Depending on the type of data standards and the aspects of data quality considered, data standards may or may not impact quality of data analysis. Because of the substantial differences in normative language and jargon used by different professionals, significant expectation differences between suppliers (data reviewers and abstractors) and customers (researchers and data analysts) can result. For example, some view data quality as those things pertaining to the data values themselves (e.g., when was the patient discharged) while others also include contextual features such as discharge disposition, discharge plan, who performed the discharge education, did patient feel ready to be discharged, etc. Lack of specificity about data standards and data quality enables diverging expectations of the value of data standards and impedes their adoption and progress. We hope instead that clarity in language and intent will hasten the promise of standardization that has benefitted so many other industries.
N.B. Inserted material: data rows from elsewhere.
export interface HistogramSample {
  kind: 'histogram';
  /** counts[b] = number of valid pixels with value origin + b. */
  counts: Uint32Array;
  origin: number;
  /** First and last occupied bins (lo > hi when empty). */
  lo: number;
  hi: number;
  n: number;
  tally: PixelCounts;
}

export interface ValueSample {
  kind: 'values';
  /** values[0..n) are the valid pixels as float64, in no particular order. */
  values: Float64Array;
  n: number;
  min: number;
  max: number;
  tally: PixelCounts;
}

export type Sample = HistogramSample | ValueSample;

/** Integer ranges up to this many codes go through a histogram (int32/uint32 data). */
export const MAX_HISTOGRAM_BINS = 1 << 20;

function emptyTally(total: number): PixelCounts {
  return { totalCount: total, validCount: 0, nanCount: 0, infiniteCount: 0, blankCount: 0, maskedCount: 0 };
}

/**
 * Count valid pixels into `counts[v - origin]`. Values must be integers inside the histogram (callers ensure it).
 */
export function fillHistogram(
  view: FrameView,
  counts: Uint32Array,
  origin: number,
  blank: number,
  mask: MaskAddress | undefined,
  tally: PixelCounts,
): void {
  const data = view.data as unknown as Float64Array;
  const h = view.shape[0] ?? 0;
  const w = view.shape[1] ?? 0;
  const sy = view.stride[0] ?? 0;
  const sx = view.stride[1] ?? 0;
  let blanks = 0;
  let masked = 0;
  // A BLANK that no element can equal is dropped from the loop: comparing integer elements with NaN would
  // force float compares and double the cost of this pass.
  const hasBlank = blank === blank;
  if (mask === undefined && !hasBlank && sx === 1 && w * h >= 1 << 16) {
    // Large contiguous rows: four interleaved histograms break the store-to-load chain of repeated
    // increments of the same bin (sky pixels crowd a few hundred codes); merged at the end.
    const bins = counts.length;
    const c1 = new Uint32Array(bins);
    const c2 = new Uint32Array(bins);
    const c3 = new Uint32Array(bins);
    for (let y = 0; y < h; y++) {
      let i = view.offset + y * sy;
      const end = i + w;
      const end4 = end - (w % 4);
      for (; i < end4; i += 4) {
        (counts[(data[i] as number) - origin] as number)++;
        (c1[(data[i + 1] as number) - origin] as number)++;
        (c2[(data[i + 2] as number) - origin] as number)++;
        (c3[(data[i + 3] as number) - origin] as number)++;
      }
      for (; i < end; i++) (counts[(data[i] as number) - origin] as number)++;
    }
    for (let b = 0; b < bins; b++) counts[b] = (counts[b] as number) + (c1[b] as number) + (c2[b] as number) + (c3[b] as number);
  } else if (mask === undefined && !hasBlank) {
    for (let y = 0; y < h; y++) {
      let i = view.offset + y * sy;
      if (sx === 1) {
        const end = i + w;
        for (; i < end; i++) (counts[(data[i] as number) - origin] as number)++;
      } else {
        for (let x = 0; x < w; x++) {
          (counts[(data[i] as number) - origin] as number)++;
          i += sx;
        }
      }
    }
  } else if (mask === undefined) {
    for (let y = 0; y < h; y++) {
      let i = view.offset + y * sy;
      for (let x = 0; x < w; x++) {
        const v = data[i] as number;
        if (v === blank) blanks++;
        else (counts[v - origin] as number)++;
        i += sx;
      }
    }
  } else {
    const m = mask.mask;
    const base = mask.base;
    for (let y = 0; y < h; y++) {
      let i = view.offset + y * sy;
      for (let x = 0; x < w; x++) {
        if (m[i - base] !== 0) masked++;
        else {
          const v = data[i] as number;
          if (v === blank) blanks++;
          else (counts[v - origin] as number)++;
        }
        i += sx;
      }
    }
  }
  tally.blankCount += blanks;
  tally.maskedCount += masked;
  tally.validCount += w * h - blanks - masked;
}
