#[test]
fn a_repeated_value_with_an_empty_reference_cell_says_so() {
    // Row 2 repeats row 1's period with its reference cell empty: the values are the same,
    // only the citation differs, and the message says that rather than a clash of values.
    let csv = format!(
        "{HEADER}Orrin,Orrin,b,,,,3.5,0.01,,,,,,P1 2030,\nOrrin,Orrin,b,,,,3.5,0.01,,,,,,,\n"
    );
    let r = import_csv(&csv, MAPPING);
    assert_eq!(r.issues.len(), 1, "{:?}", r.issues);
    let m = &r.issues[0].message;
    assert!(
        m.contains("the same value, but this row cites no reference"),
        "{m}"
    );
    assert!(!m.contains("do not cite different sources"), "{m}");
}

#[test]
fn names_that_differ_only_in_case_are_pointed_out() {
    // `OSPRETH` and `Ospreth`, `orrin b` and `Orrin b`: kept apart as written, each pointed
    // out once at the row that introduces it.
    let csv = format!(
        "{HEADER}Ospreth,Ospreth,Ospreth b,,0.9,0.03,3.5,0.01,,,,,,P1 2030,\nOSPRETH,Ospreth,Ospreth b,,0.9,0.03,,,,,,,,P1 2030,\nOspreth,Ospreth,ospreth b,,,,3.5,0.01,,,,,,P2 2031,\n"
    );
    let r = import_csv(&csv, MAPPING);
    let cases: Vec<(usize, &str)> = r
        .issues
        .iter()
        .filter(|i| i.kind == IssueKind::NameCase)
        .map(|i| (i.row, i.message.as_str()))
        .collect();
    assert_eq!(cases.len(), 2, "{:?}", r.issues);
    assert_eq!(cases[0].0, 2);
    assert!(
        cases[0]
            .1
            .contains("system `OSPRETH` differs from `Ospreth`"),
        "{cases:?}"
    );
    assert_eq!(cases[1].0, 3);
    assert!(cases[1].1.contains("planet `ospreth b`"), "{cases:?}");
    // Exactly repeated names raise nothing.
    let same = format!("{HEADER}Orrin,Orrin,b,,0.9,0.03,,,,,,,,P1 2030,\nOrrin,Orrin,b,,,,3.5,0.01,,,,,,P1 2030,\n");
    assert!(import_csv(&same, MAPPING)
        .issues
        .iter()
        .all(|i| i.kind != IssueKind::NameCase));
}
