/// The time system a Julian-date unit symbol names, with the assumption made when the
/// symbol leaves the scale unsaid. `None` for a symbol that is not a Julian-date unit.
pub fn system_of_unit(symbol: &str) -> Option<(TimeSystem, Option<&'static str>)> {
    let (place, scale) = symbol.split_once('_').unwrap_or((symbol, ""));
    let place = match place {
        "JD" => Place::Earth,
        "HJD" => Place::Heliocentre,
        "BJD" => Place::Barycentre,
        _ => return None,
    };
    let (scale, assumed) = match (scale, place) {
        ("UTC", _) => (Scale::Utc, None),
        ("TAI", _) => (Scale::Tai, None),
        ("TT", _) => (Scale::Tt, None),
        ("TDB", _) => (Scale::Tdb, None),
        // Barycentric dates are TDB by modern convention (common practice); older
        // heliocentric and plain dates were mostly UTC (common practice).
        ("", Place::Barycentre) => (
            Scale::Tdb,
            Some("BJD with no time scale named is read as BJD_TDB (common practice)"),
        ),
        ("", Place::Heliocentre) => (
            Scale::Utc,
            Some("HJD with no time scale named is read as HJD_UTC (common practice)"),
        ),
        ("", Place::Earth) => (
            Scale::Utc,
            Some("JD with no time scale named is read as JD_UTC"),
        ),
        _ => return None,
    };
    Some((TimeSystem { scale, place }, assumed))
}

/// Every Julian-date unit symbol, for the unit registry.
pub const JD_UNITS: &[&str] = &[
    "BJD_TDB", "BJD_TT", "BJD_UTC", "BJD", "JD_UTC", "JD_TAI", "JD_TT", "JD_TDB", "JD", "HJD_UTC",
    "HJD_TT", "HJD_TDB", "HJD",
];

/// Why a time could not be converted or read.
#[derive(Debug, Clone, PartialEq)]
pub enum TimeError {
    /// UTC before 1972-01-01, when its seconds were not SI seconds.
    UtcBefore1972,
    /// A Julian date that is not a finite number in a sensible range.
    OutOfRange(f64),
    /// A timestamp that does not follow the accepted ISO 8601 form.
    BadTimestamp(String),
}

impl fmt::Display for TimeError {
    fn fmt(&self, f: &mut fmt::Formatter<'_>) -> fmt::Result {
        match self {
            TimeError::UtcBefore1972 => write!(
                f,
                "UTC before 1972-01-01 is not supported (its seconds were not SI seconds); give the time in TT or TDB"
            ),
            TimeError::OutOfRange(jd) => write!(
                f,
                "Julian date {} is outside the supported range (years 1000 to 9999)",
                if jd.abs() < 1e12 {
                    jd.to_string()
                } else {
                    format!("{jd:.3e}")
                }
            ),
            TimeError::BadTimestamp(why) => write!(f, "{why}"),
        }
    }
}

/// (Julian date at 0h UTC of the day from which it holds, TAI − UTC in seconds): the IERS
/// leap-second list (Bulletin C). Checked entry by entry against the IERS `leap-seconds.list`
/// "updated through IERS Bulletin C", file expiring 28 June 2026 (a test holds its values),
/// and against the IERS `Leap_Second.dat` updated through Bulletin C 56: no leap second
/// after 2017-01-01 was announced up to that expiry.
pub const LEAP_SECONDS: &[(f64, f64)] = &[
    (2_441_317.5, 10.0), // 1972-01-01
    (2_441_499.5, 11.0), // 1972-07-01
    (2_441_683.5, 12.0), // 1973-01-01
    (2_442_048.5, 13.0), // 1974-01-01
    (2_442_413.5, 14.0), // 1975-01-01
    (2_442_778.5, 15.0), // 1976-01-01
    (2_443_144.5, 16.0), // 1977-01-01
    (2_443_509.5, 17.0), // 1978-01-01
    (2_443_874.5, 18.0), // 1979-01-01
    (2_444_239.5, 19.0), // 1980-01-01
    (2_444_786.5, 20.0), // 1981-07-01
    (2_445_151.5, 21.0), // 1982-07-01
    (2_445_516.5, 22.0), // 1983-07-01
    (2_446_247.5, 23.0), // 1985-07-01
    (2_447_161.5, 24.0), // 1988-01-01
    (2_447_892.5, 25.0), // 1990-01-01
    (2_448_257.5, 26.0), // 1991-01-01
    (2_448_804.5, 27.0), // 1992-07-01
    (2_449_169.5, 28.0), // 1993-07-01
    (2_449_534.5, 29.0), // 1994-07-01
    (2_450_083.5, 30.0), // 1996-01-01
    (2_450_630.5, 31.0), // 1997-07-01
    (2_451_179.5, 32.0), // 1999-01-01
    (2_453_736.5, 33.0), // 2006-01-01
    (2_454_832.5, 34.0), // 2009-01-01
    (2_456_109.5, 35.0), // 2012-07-01
    (2_457_204.5, 36.0), // 2015-07-01
    (2_457_754.5, 37.0), // 2017-01-01
];

/// Words for dates past the table's end.
pub const NO_FUTURE_LEAP_SECONDS: &str =
    "no leap second after 2017-01-01 is known to the table; later UTC times assume TAI − UTC = 37 s";

/// The first Julian date of the supported range: 1000-01-01T00:00 in the proleptic Gregorian
/// calendar (astropy's `Time('1000-01-01').jd` gives the same).
pub const FIRST_JD: f64 = 2_086_302.5;
/// The Julian date just past the supported range: 10000-01-01T00:00.
pub const END_JD: f64 = 5_373_484.5;

fn check_range(jd: f64) -> Result<(), TimeError> {
    // Years 1000 to 9999 whole, in the proleptic Gregorian calendar the timestamps are read
    // in: JD 2086302.5 (1000-01-01T00:00) up to 5373484.5 (10000-01-01T00:00). The bounds were
    // the Julian calendar's at the start (five days late) and cut half a day off the end.
    if jd.is_finite() && (FIRST_JD..END_JD).contains(&jd) {
        Ok(())
    } else {
        Err(TimeError::OutOfRange(jd))
    }
}

/// TAI − UTC in seconds at a UTC Julian date.
pub fn tai_minus_utc(jd_utc: f64) -> Result<f64, TimeError> {
    check_range(jd_utc)?;
    LEAP_SECONDS
        .iter()
        .rev()
        .find(|(start, _)| jd_utc >= *start)
        .map(|(_, d)| *d)
        .ok_or(TimeError::UtcBefore1972)
}

/// TDB − TT in seconds (periodic term; see the module docs).
pub fn tdb_minus_tt(jd_tt: f64) -> f64 {
    let g = (357.53 + 0.985_600_28 * (jd_tt - J2000_JD)).to_radians();
    0.001_657 * g.sin() + 0.000_014 * (2.0 * g).sin()
}

/// A Julian date in `scale` converted to TT.
pub fn to_tt(jd: f64, scale: Scale) -> Result<f64, TimeError> {
    check_range(jd)?;
    Ok(match scale {
        Scale::Tt => jd,
        Scale::Tai => jd + TT_MINUS_TAI / DAY,
        Scale::Utc => jd + (tai_minus_utc(jd)? + TT_MINUS_TAI) / DAY,
        // The periodic term changes by under 1e-9 s over its own size, so evaluating it
        // at TDB instead of TT is exact to far below a microsecond.
        Scale::Tdb => jd - tdb_minus_tt(jd) / DAY,
    })
}

/// A TT Julian date converted to `scale`.
pub fn from_tt(jd_tt: f64, scale: Scale) -> Result<f64, TimeError> {
    check_range(jd_tt)?;
    Ok(match scale {
        Scale::Tt => jd_tt,
        Scale::Tai => jd_tt - TT_MINUS_TAI / DAY,
        Scale::Tdb => jd_tt + tdb_minus_tt(jd_tt) / DAY,
        Scale::Utc => {
            let tai = jd_tt - TT_MINUS_TAI / DAY;
            // The step of each table entry happens at UTC `start`, i.e. at TAI
            // `start + new offset`.
            let offset = LEAP_SECONDS
                .iter()
                .rev()
                .find(|(start, d)| tai >= start + d / DAY)
                .map(|(_, d)| *d)
                .ok_or(TimeError::UtcBefore1972)?;
            tai - offset / DAY
        }
    })
}

/// A Julian date moved from one scale to another (the clock's place unchanged).
pub fn convert(jd: f64, from: Scale, to: Scale) -> Result<f64, TimeError> {
    if from == to {
        check_range(jd)?;
        return Ok(jd);
    }
    from_tt(to_tt(jd, from)?, to)
}

/// A calendar date and time of day (proleptic Gregorian calendar).
#[derive(Debug, Clone, Copy, PartialEq)]
pub struct Calendar {
    pub year: i32,
    pub month: u32,
    pub day: u32,
    pub hour: u32,
    pub minute: u32,
    pub second: f64,
}

/// Julian date of a Gregorian calendar date and time (Meeus, Astronomical Algorithms,
/// ch. 7, from memory). The seconds may be 60 (a leap second): the result is then the
/// start of the next day, as a Julian date cannot name a leap second.
pub fn julian_date(c: &Calendar) -> f64 {
    let (mut y, mut m) = (i64::from(c.year), i64::from(c.month));
    if m <= 2 {
        y -= 1;
        m += 12;
    }
    let a = y.div_euclid(100);
    let b = 2 - a + a.div_euclid(4);
    let day_number = (365.25 * (y + 4716) as f64).floor() + (30.6001 * (m + 1) as f64).floor();
    let frac = (f64::from(c.hour) * 3600.0 + f64::from(c.minute) * 60.0 + c.second) / DAY;
    day_number + f64::from(c.day) + b as f64 - 1524.5 + frac
}

/// The Gregorian calendar date and time of a Julian date (Meeus ch. 7, from memory),
/// with seconds rounded to `places` decimals (carrying into minutes, hours and days).
pub fn calendar(jd: f64, places: u32) -> Result<Calendar, TimeError> {
    check_range(jd)?;
    let scale = 10f64.powi(places as i32);
    // Round the time of day first so 59.9996 s never shows as 60.000.
    let total = ((jd + 0.5) * DAY * scale).round() / scale;
    let days = (total / DAY).floor();
    let sec_of_day = total - days * DAY;
    let z = days as i64;
    let alpha = ((z as f64 - 1_867_216.25) / 36_524.25).floor() as i64;
    let a = z + 1 + alpha - alpha.div_euclid(4);
    let b = a + 1524;
    let c = ((b as f64 - 122.1) / 365.25).floor() as i64;
    let d = (365.25 * c as f64).floor() as i64;
    let e = ((b - d) as f64 / 30.6001).floor() as i64;
    let day = b - d - (30.6001 * e as f64).floor() as i64;
    let month = if e < 14 { e - 1 } else { e - 13 };
    let year = if month > 2 { c - 4716 } else { c - 4715 };
    let hour = (sec_of_day / 3600.0).floor();
    let minute = ((sec_of_day - hour * 3600.0) / 60.0).floor();
    let second = sec_of_day - hour * 3600.0 - minute * 60.0;
    Ok(Calendar {
        year: i32::try_from(year).map_err(|_| TimeError::OutOfRange(jd))?,
        month: u32::try_from(month).map_err(|_| TimeError::OutOfRange(jd))?,
        day: u32::try_from(day).map_err(|_| TimeError::OutOfRange(jd))?,
        hour: hour as u32,
        minute: minute as u32,
        second: second.max(0.0),
    })
}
While not immune from its own flaws, one of the major advantages of the ACS NSQIP dataset is its dependence on inter-rater reliability between the data collector and audits by participating institutions. In this system, variables with greater than 5% disagreement are flagged for future data collection education programs [1]. NSQIP has seen tremendous benefits with this system. A similar and successful system is demonstrated by The Society for Thoracic Surgeons (STS). However, their unique distinction is in categorizing three levels of quality assurances—at the internal, regional, and national levels, which has led to the STS having correctly verified data with an average of 96.4% [52, 53].

Conclusion

The importance and value of large datasets in this new era of research cannot be overstated. Moreover, as we continue to focus on value-based, patient-centered care, quality assessments and its subsequent consequences have implications over many areas within the healthcare system. While always keeping patient safety and evidence-based medicine at the forefront, it is imperative that we work together within the medical community. There is need for collaboration with other allied healthcare personnel, as well as partnering with other experts in the public health sector, including epidemiologists, statisticians, and policy makers, in order to properly utilize and interpret these complex datasets. Finally, we must learn from other successful databases, and utilize some of their techniques in our pursuit for excellence in data quality and patient care.